Open BramWerbrouck opened 11 months ago

BramWerbrouck commented 11 months ago

Hi,

Finnaly I got my pijuice up and running. I got a script that runs on a power down (when removing the USB power from tha hat) but I'm looking for the right settings to powerup the RPI when the USB power is connected to the hat, so I don't need to push the onboard button everytime.

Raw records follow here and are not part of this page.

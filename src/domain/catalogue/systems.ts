/**
 * The six profile systems. Slot openings are common practice, approximate, no single source
 * (domain brief); lip, chamber, depth, bore and engagement figures are our own drawing of a
 * typical profile of that size, also approximate. Stock lengths are demo values, invented.
 */
import type { ProfileSystem, SystemId } from './types';

/**
 * Short code used in ids and part codes, e.g. 'm40' / 'M40'. Inch systems are named by their
 * nominal size ('in1', 'in1.5'); schema version 2 renamed the older inch ids (see
 * `design/migrations.ts`, `LEGACY_INCH_PREFIXES`).
 */
export const SYSTEM_PREFIX: Record<SystemId, string> = {
  'inch-1.0': 'in1',
  'inch-1.5': 'in1.5',
  'metric-20': 'm20',
  'metric-30': 'm30',
  'metric-40': 'm40',
  'metric-45': 'm45',
};

export function systemPartCode(systemId: SystemId): string {
  return SYSTEM_PREFIX[systemId].replace('.', '').toUpperCase();
}

const SOURCE =
  'Outer size and slot opening: common practice, approximate, no single source. Other slot figures: Slotwise drawing, approximate. Check the supplier\u2019s data.';

type SystemFigures = Omit<ProfileSystem, 'tNutIds' | 'defaultVariantId' | 'defaultConnectorId' | 'source'>;

const figures: SystemFigures[] = [
  {
    id: 'inch-1.0',
    name: '1 in square',
    unitFamily: 'inch',
    outerSize: 25.4,
    slotOpening: 6.6, // about 0.26 in
    slotLipThickness: 2.7,
    slotChamberWidth: 14,
    slotDepth: 8,
    slotEngagement: 4.5,
    centreBoreDiameter: 5.1, // #7 drill, tap drill for 1/4-20 (common practice)
    endTapSize: '1/4',
    screwSize: '1/4',
    alloyId: '6063-T5',
    demoStockLength: 3658, // 12 ft demo bar
  },
  {
    id: 'inch-1.5',
    name: '1.5 in square',
    unitFamily: 'inch',
    outerSize: 38.1,
    slotOpening: 8.1, // about 0.32 in
    slotLipThickness: 2.6,
    slotChamberWidth: 19,
    slotDepth: 11.5,
    slotEngagement: 6.5,
    centreBoreDiameter: 6.5, // letter F drill, tap drill for 5/16-18 (common practice)
    endTapSize: '5/16',
    screwSize: '5/16',
    alloyId: '6063-T5',
    demoStockLength: 3658,
  },
  {
    id: 'metric-20',
    name: 'Metric 20 mm',
    unitFamily: 'metric',
    outerSize: 20,
    slotOpening: 6,
    slotLipThickness: 1.8,
    slotChamberWidth: 11,
    slotDepth: 6.2,
    slotEngagement: 4,
    centreBoreDiameter: 4.2, // M5 tap drill (common practice)
    endTapSize: 'M5',
    screwSize: 'M5',
    alloyId: '6063-T5',
    demoStockLength: 3000,
  },
  {
    id: 'metric-30',
    name: 'Metric 30 mm',
    unitFamily: 'metric',
    outerSize: 30,
    slotOpening: 8,
    slotLipThickness: 1.9,
    slotChamberWidth: 16.5,
    slotDepth: 9,
    slotEngagement: 5.5,
    centreBoreDiameter: 5, // M6 tap drill (common practice)
    endTapSize: 'M6',
    screwSize: 'M6',
    alloyId: '6063-T5',
    demoStockLength: 3000,
  },
  {
    id: 'metric-40',
    name: 'Metric 40 mm',
    unitFamily: 'metric',
    outerSize: 40,
    slotOpening: 8,
    slotLipThickness: 2.0,
    slotChamberWidth: 20,
    slotDepth: 12.2,
    slotEngagement: 6.5,
    centreBoreDiameter: 6.8, // M8 tap drill (common practice)
    endTapSize: 'M8',
    screwSize: 'M8',
    alloyId: '6063-T5',
    demoStockLength: 6000,
  },
  {
    id: 'metric-45',
    name: 'Metric 45 mm',
    unitFamily: 'metric',
    outerSize: 45,
    slotOpening: 10,
    slotLipThickness: 2.8,
    slotChamberWidth: 22.5,
    slotDepth: 13.5,
    slotEngagement: 7.5,
    centreBoreDiameter: 8.5, // M10 tap drill (common practice)
    endTapSize: 'M10',
    screwSize: 'M8',
    alloyId: '6063-T5',
    demoStockLength: 6000,
  },
];

export const profileSystems: ProfileSystem[] = figures.map((f) => {
  const p = SYSTEM_PREFIX[f.id];
  return {
    ...f,
    tNutIds: [`${p}-tnut-drop-in`, `${p}-tnut-slide-in`],
    defaultVariantId: squareVariantId(f.id),
    defaultConnectorId: `${p}-corner-bracket`,
    source: SOURCE,
  };
});

export function squareVariantId(systemId: SystemId): string {
  switch (systemId) {
    case 'inch-1.0':
      return 'in-1x1';
    case 'inch-1.5':
      return 'in-1.5x1.5';
    case 'metric-20':
      return 'm20-20x20';
    case 'metric-30':
      return 'm30-30x30';
    case 'metric-40':
      return 'm40-40x40';
    case 'metric-45':
      return 'm45-45x45';
  }
}
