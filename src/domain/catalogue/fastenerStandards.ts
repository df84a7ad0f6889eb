/**
 * Hex key and thread data for the cap screws Slotwise uses. Hex keys: ASME B18.3 (inch socket,
 * button and flat countersunk heads), ISO 4762 (metric socket head), ISO 7380-1 (metric button
 * head), ISO 10642 (metric flat countersunk head). Threads: ASME B1.1 unified series and ISO 261/262
 * metric coarse pitches. Lengths in mm unless a label says otherwise.
 */
import { MM_PER_INCH } from '../units';

export type ScrewHead = 'socket' | 'button' | 'flat';
export type ScrewSize = '#8' | '#10' | '1/4' | '5/16' | '3/8' | '1/2' | 'M3' | 'M4' | 'M5' | 'M6' | 'M8' | 'M10' | 'M12';

export const INCH_SCREW_SIZES = ['#8', '#10', '1/4', '5/16', '3/8', '1/2'] as const satisfies readonly ScrewSize[];
export const METRIC_SCREW_SIZES = ['M3', 'M4', 'M5', 'M6', 'M8', 'M10', 'M12'] as const satisfies readonly ScrewSize[];
export const SCREW_SIZES: readonly ScrewSize[] = [...INCH_SCREW_SIZES, ...METRIC_SCREW_SIZES];

/** True when the size is an inch (unified) size. */
export function isInchScrewSize(size: ScrewSize): boolean {
  return !size.startsWith('M');
}

/** Hex key across flats: inch keys as fractions of an inch, metric keys in mm. */
type KeyTable = Record<ScrewHead, Record<ScrewSize, string>>;

/** Nominal hex key per head and size, as printed in the standards (inch keys in inches, metric in mm). */
export const HEX_KEY_TABLE: KeyTable = {
  socket: {
    // ASME B18.3, socket head cap screws
    '#8': '9/64', '#10': '5/32', '1/4': '3/16', '5/16': '1/4', '3/8': '5/16', '1/2': '3/8',
    // ISO 4762
    M3: '2.5', M4: '3', M5: '4', M6: '5', M8: '6', M10: '8', M12: '10',
  },
  button: {
    // ASME B18.3, button head cap screws
    '#8': '3/32', '#10': '1/8', '1/4': '5/32', '5/16': '3/16', '3/8': '7/32', '1/2': '5/16',
    // ISO 7380-1
    M3: '2', M4: '2.5', M5: '3', M6: '4', M8: '5', M10: '6', M12: '8',
  },
  flat: {
    // ASME B18.3, flat countersunk head cap screws
    '#8': '3/32', '#10': '1/8', '1/4': '5/32', '5/16': '3/16', '3/8': '7/32', '1/2': '5/16',
    // ISO 10642
    M3: '2', M4: '2.5', M5: '3', M6: '4', M8: '5', M10: '6', M12: '8',
  },
};

const KEY_STANDARDS: Record<ScrewHead, { inch: string; metric: string }> = {
  socket: { inch: 'ASME B18.3', metric: 'ISO 4762' },
  button: { inch: 'ASME B18.3', metric: 'ISO 7380-1' },
  flat: { inch: 'ASME B18.3', metric: 'ISO 10642' },
};

function fractionValue(text: string): number {
  const [numerator, denominator] = text.split('/').map(Number);
  return denominator ? numerator / denominator : numerator;
}

/** The hex key a screw needs: label ('5/32 in' or '4 mm'), size across flats in mm, and the standard it comes from. */
export function hexKeyFor(head: ScrewHead, size: ScrewSize): { label: string; mm: number; standard: string } {
  const key = HEX_KEY_TABLE[head]?.[size];
  if (key === undefined) throw new Error(`No hex key known for a ${head} head ${size} screw.`);
  if (isInchScrewSize(size)) {
    return { label: `${key} in`, mm: fractionValue(key) * MM_PER_INCH, standard: KEY_STANDARDS[head].inch };
  }
  return { label: `${key} mm`, mm: Number(key), standard: KEY_STANDARDS[head].metric };
}

interface ThreadEntry {
  designation: string;
  /** threads per inch for unified threads */
  threadsPerInch?: number;
  /** mm, for metric threads */
  pitch?: number;
  source: string;
}

/** Basic major diameter in inches of a unified thread: numbered sizes are 0.060 + 0.013·N in (ASME B1.1). */
const INCH_NOMINAL_DIAMETER: Record<string, number> = {
  '#8': 0.164,
  '#10': 0.19,
  '1/4': 0.25,
  '5/16': 0.3125,
  '3/8': 0.375,
  '1/2': 0.5,
};

const METRIC_NOMINAL_DIAMETER: Record<string, number> = { M3: 3, M4: 4, M5: 5, M6: 6, M8: 8, M10: 10, M12: 12 };

const ASME = 'ASME B1.1 unified series (verified)';
const ISO_COARSE = 'ISO 261/262 coarse pitch (verified)';
const MEMORY = 'recalled from memory, not checked against the standard';

/** Thread series per size; fine entries not in the check-values list are marked as recalled from memory. */
export const THREAD_TABLE: Record<ScrewSize, { coarse: ThreadEntry; fine: ThreadEntry }> = {
  '#8': { coarse: { designation: '#8-32', threadsPerInch: 32, source: ASME }, fine: { designation: '#8-36', threadsPerInch: 36, source: `ASME B1.1 UNF, ${MEMORY}` } },
  '#10': { coarse: { designation: '#10-24', threadsPerInch: 24, source: ASME }, fine: { designation: '#10-32', threadsPerInch: 32, source: ASME } },
  '1/4': { coarse: { designation: '1/4-20', threadsPerInch: 20, source: ASME }, fine: { designation: '1/4-28', threadsPerInch: 28, source: ASME } },
  '5/16': { coarse: { designation: '5/16-18', threadsPerInch: 18, source: ASME }, fine: { designation: '5/16-24', threadsPerInch: 24, source: ASME } },
  '3/8': { coarse: { designation: '3/8-16', threadsPerInch: 16, source: ASME }, fine: { designation: '3/8-24', threadsPerInch: 24, source: `ASME B1.1 UNF, ${MEMORY}` } },
  '1/2': { coarse: { designation: '1/2-13', threadsPerInch: 13, source: ASME }, fine: { designation: '1/2-20', threadsPerInch: 20, source: `ASME B1.1 UNF, ${MEMORY}` } },
  M3: { coarse: { designation: 'M3 x 0.5', pitch: 0.5, source: ISO_COARSE }, fine: { designation: 'M3 x 0.35', pitch: 0.35, source: `ISO 261 fine, ${MEMORY}` } },
  M4: { coarse: { designation: 'M4 x 0.7', pitch: 0.7, source: ISO_COARSE }, fine: { designation: 'M4 x 0.5', pitch: 0.5, source: `ISO 261 fine, ${MEMORY}` } },
  M5: { coarse: { designation: 'M5 x 0.8', pitch: 0.8, source: ISO_COARSE }, fine: { designation: 'M5 x 0.5', pitch: 0.5, source: `ISO 261 fine, ${MEMORY}` } },
  M6: { coarse: { designation: 'M6 x 1', pitch: 1.0, source: ISO_COARSE }, fine: { designation: 'M6 x 0.75', pitch: 0.75, source: `ISO 261 fine, ${MEMORY}` } },
  M8: { coarse: { designation: 'M8 x 1.25', pitch: 1.25, source: ISO_COARSE }, fine: { designation: 'M8 x 1', pitch: 1.0, source: `ISO 261 fine, ${MEMORY}` } },
  M10: { coarse: { designation: 'M10 x 1.5', pitch: 1.5, source: ISO_COARSE }, fine: { designation: 'M10 x 1.25', pitch: 1.25, source: `ISO 261 fine, ${MEMORY}` } },
  M12: { coarse: { designation: 'M12 x 1.75', pitch: 1.75, source: ISO_COARSE }, fine: { designation: 'M12 x 1.25', pitch: 1.25, source: `ISO 261 fine, ${MEMORY}` } },
};

/** Thread of a screw size: designation ('1/4-20', 'M8 x 1.25'), pitch in mm and nominal (major) diameter in mm. Coarse by default. */
export function threadFor(size: ScrewSize, series: 'coarse' | 'fine' = 'coarse'): { designation: string; pitchMm: number; nominalDiameterMm: number; source: string } {
  const entry = THREAD_TABLE[size]?.[series];
  if (!entry) throw new Error(`No ${series} thread known for size ${size}.`);
  if (entry.threadsPerInch !== undefined) {
    return {
      designation: entry.designation,
      pitchMm: MM_PER_INCH / entry.threadsPerInch,
      nominalDiameterMm: INCH_NOMINAL_DIAMETER[size] * MM_PER_INCH,
      source: entry.source,
    };
  }
  return { designation: entry.designation, pitchMm: entry.pitch!, nominalDiameterMm: METRIC_NOMINAL_DIAMETER[size], source: entry.source };
}

/** Minimum thread engagement in mm into aluminium: 2 × nominal diameter (common engineering guidance, partly sourced). */
export function minimumEngagementInAluminium(size: ScrewSize): number {
  return 2 * threadFor(size).nominalDiameterMm;
}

tvoverbeek commented 11 months ago

Set 'Wakeup-on-charge' to a very low tthreshold (e.g. 0 or 1) and check the restore option (this stores the setting in the MCU non-volatile memory). As soon as you apply external power via the PiJuice USB the firmware detects charging and because of the low threshold the 5v to the Pi is turned on and the Pi boots.

BramWerbrouck commented 11 months ago

I set the Wakeup)on-charge to 10 (after I tried 0 and 1) but I still need to press the button to startup the RPI.. The external power is (dis)connected to the PiJuice hat directly (not to the RPI)

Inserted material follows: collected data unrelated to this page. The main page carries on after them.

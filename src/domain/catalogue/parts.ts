/**
 * T-nuts, accessories, panel materials with prices, and the price list. Masses are estimates;
 * every price is a demo price, invented.
 */
import { fastenerId } from './fasteners';
import type { PanelMaterialSpec } from './materials';
import { SYSTEM_PREFIX, systemPartCode } from './systems';
import type { AccessoryPart, PanelMaterial, PriceList, ProfileSystem, ProfileVariant, TNutPart } from './types';

export const DEMO_PRICE_NOTE = 'Demo prices, invented. Not a quote from any supplier.';

const money = (v: number) => Math.round(v * 100) / 100;
/** kg from grams, to 0.1 g. */
const grams = (g: number) => Math.round(g * 10) / 10000;
const scale40 = (s: ProfileSystem) => s.outerSize / 40;

export function buildTNuts(systems: ProfileSystem[]): TNutPart[] {
  return systems.flatMap((s) => {
    const p = SYSTEM_PREFIX[s.id];
    const k = scale40(s);
    return [
      {
        id: `${p}-tnut-drop-in`,
        partCode: `SW-${systemPartCode(s.id)}-TN-DROP`,
        systemId: s.id,
        kind: 'drop-in' as const,
        name: `Drop-in T-nut ${s.screwSize}, ${s.name}`,
        screwSize: s.screwSize,
        unitMass: grams(6 * k ** 2),
        price: money(0.55 * (0.6 + 0.4 * k)),
      },
      {
        id: `${p}-tnut-slide-in`,
        partCode: `SW-${systemPartCode(s.id)}-TN-SLIDE`,
        systemId: s.id,
        kind: 'slide-in' as const,
        name: `Slide-in T-nut ${s.screwSize}, ${s.name}`,
        screwSize: s.screwSize,
        unitMass: grams(9 * k ** 2),
        price: money(0.35 * (0.6 + 0.4 * k)),
      },
    ];
  });
}

export function buildAccessories(systems: ProfileSystem[]): AccessoryPart[] {
  return systems.flatMap((s): AccessoryPart[] => {
    const p = SYSTEM_PREFIX[s.id];
    const code = `SW-${systemPartCode(s.id)}`;
    const k = scale40(s);
    const slotScrew = fastenerId('button', s.screwSize, slotScrewLengthFor(s));
    const base = { systemIds: [s.id] };
    return [
      { ...base, id: `${p}-leveling-foot`, partCode: `${code}-FOOT-LVL`, kind: 'leveling-foot', name: `Leveling foot ${s.endTapSize}, ${s.name}`, soldBy: 'each', unitMass: money(0.12 * k), price: money(4.2 * (0.6 + 0.4 * k)), threadSize: s.endTapSize, demoLoadRating: Math.round(2500 * k) },
      { ...base, id: `${p}-caster`, partCode: `${code}-CST-SWV`, kind: 'caster', name: `Swivel caster with brake, ${s.endTapSize} stem, ${s.name}`, soldBy: 'each', unitMass: money(0.35 * k), price: money(11.5 * (0.6 + 0.4 * k)), threadSize: s.endTapSize, demoLoadRating: Math.round(600 * k) },
      { ...base, id: `${p}-end-cap`, partCode: `${code}-CAP-END`, kind: 'end-cap', name: `End cap, ${s.name}`, soldBy: 'each', unitMass: grams(4 * k), price: money(0.45 * (0.6 + 0.4 * k)) },
      { ...base, id: `${p}-door-track`, partCode: `${code}-TRK-DOOR`, kind: 'door-track', name: `Sliding door track, ${s.name}`, soldBy: 'metre', unitMass: money(0.18 * k), price: money(9 * (0.6 + 0.4 * k)) },
      { ...base, id: `${p}-handle`, partCode: `${code}-HDL-BAR`, kind: 'handle', name: `Bar handle, ${s.name}`, soldBy: 'each', unitMass: money(0.08 * k), price: money(5.5 * (0.6 + 0.4 * k)), fasteners: [{ fastenerId: slotScrew, quantity: 2 }], tNutCount: 2 },
      { ...base, id: `${p}-latch`, partCode: `${code}-LCH-MAG`, kind: 'latch', name: `Magnetic latch, ${s.name}`, soldBy: 'each', unitMass: money(0.05 * k), price: money(4 * (0.6 + 0.4 * k)), fasteners: [{ fastenerId: slotScrew, quantity: 2 }], tNutCount: 2 },
      { ...base, id: `${p}-door-hinge`, partCode: `${code}-HNG-DOOR`, kind: 'hinge', name: `Door hinge, ${s.name}`, soldBy: 'each', unitMass: money(0.07 * k), price: money(5.9 * (0.6 + 0.4 * k)), fasteners: [{ fastenerId: slotScrew, quantity: 4 }], tNutCount: 4 },
      { ...base, id: `${p}-panel-gasket`, partCode: `${code}-GSK-PNL`, kind: 'gasket', name: `Panel gasket strip, ${s.name}`, soldBy: 'metre', unitMass: 0.02, price: money(1.6 * (0.6 + 0.4 * k)) },
      { ...base, id: `${p}-slot-cover`, partCode: `${code}-CVR-SLT`, kind: 'slot-cover', name: `Slot cover strip, ${s.name}`, soldBy: 'metre', unitMass: 0.03, price: money(1.9 * (0.6 + 0.4 * k)) },
    ];
  });
}

function slotScrewLengthFor(s: ProfileSystem): number {
  // Same screws as the corner bracket (connectors.ts).
  const byId: Record<ProfileSystem['id'], number> = { 'inch-1.0': 12.7, 'inch-1.5': 15.875, 'metric-20': 10, 'metric-30': 12, 'metric-40': 16, 'metric-45': 16 };
  return byId[s.id];
}

/** Demo price per m² at 3 mm and per extra mm, by material id (invented). */
const PANEL_PRICES: Record<string, { at3mm: number; perMm: number }> = {
  acrylic: { at3mm: 38, perMm: 12 },
  polycarbonate: { at3mm: 52, perMm: 16 },
  hdpe: { at3mm: 30, perMm: 9 },
  abs: { at3mm: 28, perMm: 8 },
  acm: { at3mm: 45, perMm: 6 },
  'perforated-aluminium': { at3mm: 70, perMm: 20 },
  plywood: { at3mm: 14, perMm: 2.2 },
  mdf: { at3mm: 9, perMm: 1.4 },
};
const FALLBACK_PANEL_PRICE = { at3mm: 40, perMm: 10 };

export function buildPanelMaterials(specs: PanelMaterialSpec[]): PanelMaterial[] {
  return specs.map((spec) => {
    const price = PANEL_PRICES[spec.id] ?? FALLBACK_PANEL_PRICE;
    return {
      ...spec,
      pricesPerSquareMetre: spec.thicknesses.map((t) => ({ thickness: t, price: money(price.at3mm + (t - 3) * price.perMm) })),
    };
  });
}

/** Demo price per m² for a thickness: exact where listed, else linear between neighbours. */
export function panelPricePerSquareMetre(material: PanelMaterial, thickness: number): number {
  const rows = [...material.pricesPerSquareMetre].sort((a, b) => a.thickness - b.thickness);
  if (rows.length === 0) return 0;
  if (thickness <= rows[0].thickness) return money((rows[0].price * thickness) / rows[0].thickness);
  for (let i = 1; i < rows.length; i++) {
    const a = rows[i - 1];
    const b = rows[i];
    if (thickness <= b.thickness) return money(a.price + ((thickness - a.thickness) / (b.thickness - a.thickness)) * (b.price - a.price));
  }
  const last = rows[rows.length - 1];
  return money((last.price * thickness) / last.thickness);
}

export function buildPriceList(variants: ProfileVariant[]): PriceList {
  const profilePerMetre: Record<string, number> = {};
  // Roughly proportional to the metal in the section (demo).
  for (const v of variants) profilePerMetre[v.id] = money(2 + v.massPerMetre * 7.5);
  return {
    currency: 'USD',
    note: DEMO_PRICE_NOTE,
    profilePerMetre,
    perCut: 1.5,
    perMachining: { 'access-counterbore': 2.25, 'access-hole': 1.75, 'end-tap': 2.5, drill: 1.25 },
  };
}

bablokb commented 10 months ago

I have the same problem. Firmware 1.6

bablokb commented 10 months ago

Note: when I try this without a battery, it works. I.e. if I plug in USB-power, the system boots. It just does not do this if there is a battery attached.

tvoverbeek commented 10 months ago

@bablokb What is the output from this script:

#!/usr/bin/python3
from pijuice import PiJuice
pj = PiJuice(1,0x14)
print(pj.power.GetWakeUpOnCharge())

Does it match with the setting shown in the CLI/GUI?

bablokb commented 10 months ago

Reading the instructions really helps. Once you tick "restore" it works.

My suggestion is to change the gui. From an UI perspective, there is an "apply" button, and as a normal user I would expect that my settings are applied. "Restore" in contrast sounds like "restore defaults" and not "store into nvram".

You have very powerful hardware, and of course the software cannot be simple and support all options at the same time. But it should be consistent so users are not confused. This should also limit the rate of false issues. But I know that software (especially user-interfaces) is a very tedious business.

tvoverbeek commented 10 months ago

I agree with the "bad" choice of Restore. There are more problems with this feature. Querying the wakeip-on-charge threshold always returns the non-volatile value if it is defined.